De todo esto se acuerda uno cuando ve la bilis que brota de los Peter Jackson y James Cameron a propósito de los plazos breves que quieren imponer las distribuidoras para su difusión en DVD (como si al soporte le quedara una vida larga), por el poco recorrido que se deja a las películas en la sala de cine. Algo que suena irreal cuando muchas películas que uno quisiera terminar viendo en la sala duran menos de una semana, cuando las superproducciones en muchos cines no alcanzan siquiera ese plazo tras agotar su recorrido comercial antes de alcanzar el mes. Y al final el problema de acceso se mantiene. Y deseando uno una mayor facilidad para llegar al cine en todas sus formas, acordándose de los peligros de la entropía (o de la supuesta sencillez de acceso que brindan los soportes itunes/appstore) cree que, con todo, uno nunca disfrutará tanto las películas como cuando se comía esa cola eterna de estreno navideño en los cines, como cuando finalmente los astros se alineaban y la esperada película en VHS se encontraba en su correspondiente caja, adornada por una etiqueta de disponible, y al llegar a casa todavía funcionaba. Pero esto en el fondo solo son batallitas de antaño.

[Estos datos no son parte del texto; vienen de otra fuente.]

/* Posterior, flags and (with 'rectangles') usable rectangle of every
 * region; with a rival mode of the fit (view vr), each region's posterior
 * is the mixture of the two by their weights. Regions are independent, so
 * they are handed out one at a time to the analysis' threads (a flake's
 * rectangle costs its box's pixels, a speck's nothing). */
typedef struct infer_ctx {
    lam_analysis *a;
    const lam_est_view *v, *vr;
    const lam_fermi_table *ft;
    int rectangles;
} infer_ctx;

static void infer_one(size_t i, void *vctx)
{
    const infer_ctx *x = vctx;
    lam_analysis *a = x->a;
    const lam_estimate *rival = a->estimate->rival;
    lam_region_result *res = &a->results[i], alt;
    lam_infer_region(a->estimate, x->v, x->ft, &a->measured[i], &a->seg->regions[i], &a->infer,
                     res);
    if (x->vr) {
        lam_infer_region(rival, x->vr, NULL, &a->measured[i], &a->seg->regions[i], &a->infer,
                         &alt);
        lam_infer_mix(res, &alt, a->estimate->rival_weight, &a->infer);
    }
    if (x->rectangles)
        lam_usable_rectangle(a->seg, &a->seg->regions[i], res->usable_px, res->usable_at);
}

static void infer_all(lam__run *r, const lam_est_view *v, const lam_fermi_table *ft,
                      const lam_est_view *vr, int rectangles)
{
    infer_ctx x = {r->a, v, vr, ft, rectangles};
    lam_parallel_each(r->a->count, r->threads, infer_one, &x);
}

/* A region whose layer count is settled enough to join its neighbours of
 * the same count: its label's probability reaches 0.9 and the model
 * describes it. */
static int join_key(const lam_region_result *res)
{
    const unsigned bad = LAM_FLAG_UNMODELLED | LAM_FLAG_SATURATED;
    return res->layers > 0 && res->p_label >= 0.9 && !(res->flags & bad) ? res->layers : -1;
}

/* Regions labelled "thick" or "unassigned" (unmodelled) have no count to
 * match on, and a JPEG's chroma steps cut a graphite flake or a residue
 * patch into blocks (the 12 MP bench field's 25-layer flake came out as
 * 44 regions, its residue patch as 40, each labelled in the picture).
 * Regions of one such kind share a key when their contrasts agree within
 * 'fill' in every channel (the tolerance of the join's band pixels): each,
 * largest first, takes the key of the first larger one of its kind it
 * agrees with, or a new key (from UNCOUNTED_KEYS, above every count). The
 * join still needs them to touch or face each other across a thin band.
 * The label's probability is not asked for: what tells a piece of the same
 * graphite from a different flake is its contrast, not how sure "thick" is
 * against "unmodelled". Saturated regions stay apart. */
#define UNCOUNTED_KEYS 1000

/* 1 thick, 2 unmodelled, 0 neither (or saturated). */
static int uncounted_kind(const lam_region_result *res)
{
    if (res->flags & LAM_FLAG_SATURATED)
        return 0;
    if (res->flags & LAM_FLAG_UNMODELLED)
        return 2;
    return res->thick ? 1 : 0;
}

static int contrasts_agree(const lam_analysis *a, size_t i, size_t j, const double fill[3])
{
    int agree = 1;
    for (size_t c = 0; c < a->channels; c++)
        agree &= fabs(a->measured[i].mean[c] - a->measured[j].mean[c]) <= fill[c];
    return agree;
}

static void uncounted_keys(const lam_analysis *a, const double fill[3], int *key)
{
    size_t n = a->count, *order = malloc((n ? n : 1) * sizeof *order), m = 0;
    if (!order)
        return; /* their parts stay apart */
    for (size_t i = 0; i < n; i++)
        if (uncounted_kind(&a->results[i]))
            order[m++] = i;
    for (size_t s = 1; s < m; s++) /* largest first (insertion sort: few such regions) */
        for (size_t t = s; t > 0 && a->seg->regions[order[t]].area >
                                        a->seg->regions[order[t - 1]].area; t--) {
            size_t x = order[t];
            order[t] = order[t - 1], order[t - 1] = x;
        }
    for (size_t s = 0; s < m; s++) {
        int kind = uncounted_kind(&a->results[order[s]]);
        key[order[s]] = UNCOUNTED_KEYS + (int)s;
        for (size_t t = 0; t < s; t++)
            if (uncounted_kind(&a->results[order[t]]) == kind &&
                contrasts_agree(a, order[s], order[t], fill)) {
                key[order[s]] = key[order[t]];
                break;
            }
    }
    free(order);
}

/* Parts of one flake with one confident layer count become one region
 * (lam_segment_join), measured and inferred again. Band and hole pixels
 * join when every channel is within 0.3 of the monolayer step of the
 * strongest channel (the fraction that marks an edge there) plus 3 sigma of
 * the denoised pixel noise (the raw sigma / 3 after the 3 x 3 filter): a
 * channel where the monolayer barely shows (often blue) must not make JPEG
 * chroma errors look like features. */
static lam_status join_stage(lam__run *r, const lam_est_view *v, const lam_fermi_table *ft,
                             const lam_est_view *vr, lam_error *err)
{
    lam_analysis *a = r->a;
    size_t n = a->count, joined = 0;
    int *key = malloc((n ? n : 1) * sizeof *key);
    uint32_t *map = malloc((n ? n : 1) * sizeof *map);
    lam_status st = key && map ? LAM_OK : lam_error_set(err, LAM_ENOMEM, "cannot join regions");
    double fill[3] = {0, 0, 0}, step = 0;
    for (size_t c = 0; c < a->channels; c++)
        step = fmax(step, fabs(a->ladder.contrast[1][c]));
    for (size_t c = 0; c < a->channels; c++)
        fill[c] = 0.3 * step + a->substrate.noise[c];
    for (size_t i = 0; i < n && !st; i++)
        key[i] = join_key(&a->results[i]);
    if (!st)
        uncounted_keys(a, fill, key);
    if (!st)
        st = lam_segment_join(&r->contrast, a->channels, key, fill, r->threads, a->seg, map,
                              &joined, err);
    free(key);
    free(map);
    if (st)
        return st;
    lam__measure_regions(a);
    if ((st = lam_segment_edge_areas(&r->contrast, a->channels, r->threads, a->seg, err)))
        return st;
    infer_all(r, v, ft, vr, 1);
    return LAM_OK;
}

static lam_status posterior_stage(lam__run *r, lam_error *err)
{
    lam_analysis *a = r->a;
    lam_infer_options io = r->opt->infer;
    io.max_layers = a->max_layers;
    io.min_area_px = a->um_per_px > 0 ? r->opt->min_area_um2 / (a->um_per_px * a->um_per_px)
                                      : r->opt->min_area_px;
    a->infer = io;
    /* ---- material hook (issue 14): a crystal of continuous thickness (hBN)
     * gets a thickness posterior per region instead of a layer count
     * (lamina/thickness.h: its own oxide profile and region results) ---- */
    if (lam_thickness_applies(r->setup)) {
        if (!(a->results = calloc(a->count ? a->count : 1, sizeof *a->results)))
            return lam_error_set(err, LAM_ENOMEM, "cannot allocate region results");
        lam_status st = lam_thickness_analyze(a, &r->contrast, r->setup, r->model,
                                              r->opt->oxide_tolerance_nm, r->threads, err);
        MARK(r, LAM_T_REGIONS);
        return st;
    }
    lam_est_view *v = malloc(2 * sizeof *v), *vr = NULL;
    /* material hook (issue 14): the Fermi level is graphene's */
    int fermi = r->opt->fit_fermi && lam_setup_crystal_kind(r->setup) == LAM_CRYSTAL_SHEETS;
    lam_fermi_table *ft = fermi ? malloc(sizeof *ft) : NULL;
    a->results = calloc(a->count ? a->count : 1, sizeof *a->results);
    lam_status st = LAM_OK;
    if (!v || !a->results || (fermi && !ft))
        st = lam_error_set(err, LAM_ENOMEM, "cannot allocate region results");
    else
        st = lam_estimate_view(a->estimate, 0, r->model, v, err);
    if (!st && a->estimate->rival && !(st = lam_estimate_view(a->estimate->rival, 0, r->model,
                                                              v + 1, err)))
        vr = v + 1;
    if (!st && ft)
        st = fermi_table(r, ft, err);
    if (!st) /* the join needs the layer counts only; rectangles after it */
        infer_all(r, v, ft, vr, 0);
    if (!st)
        st = join_stage(r, v, ft, vr, err);
    free(v);
    free(ft);
    MARK(r, LAM_T_REGIONS);
    return st;
}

Entre tanto alguna que otra película se estrena y bien por falta de reflejos, bien por no hacerlo lo suficientemente rápido, a uno se le escapa la que tenía marcada como imprescindible y desaparece de la cartelera. Algo que con los años puede que recordemos como algo tan raro, absurdo y primitivo como los endiablados mecanismos de carestía que funcionaban en los videoclubs.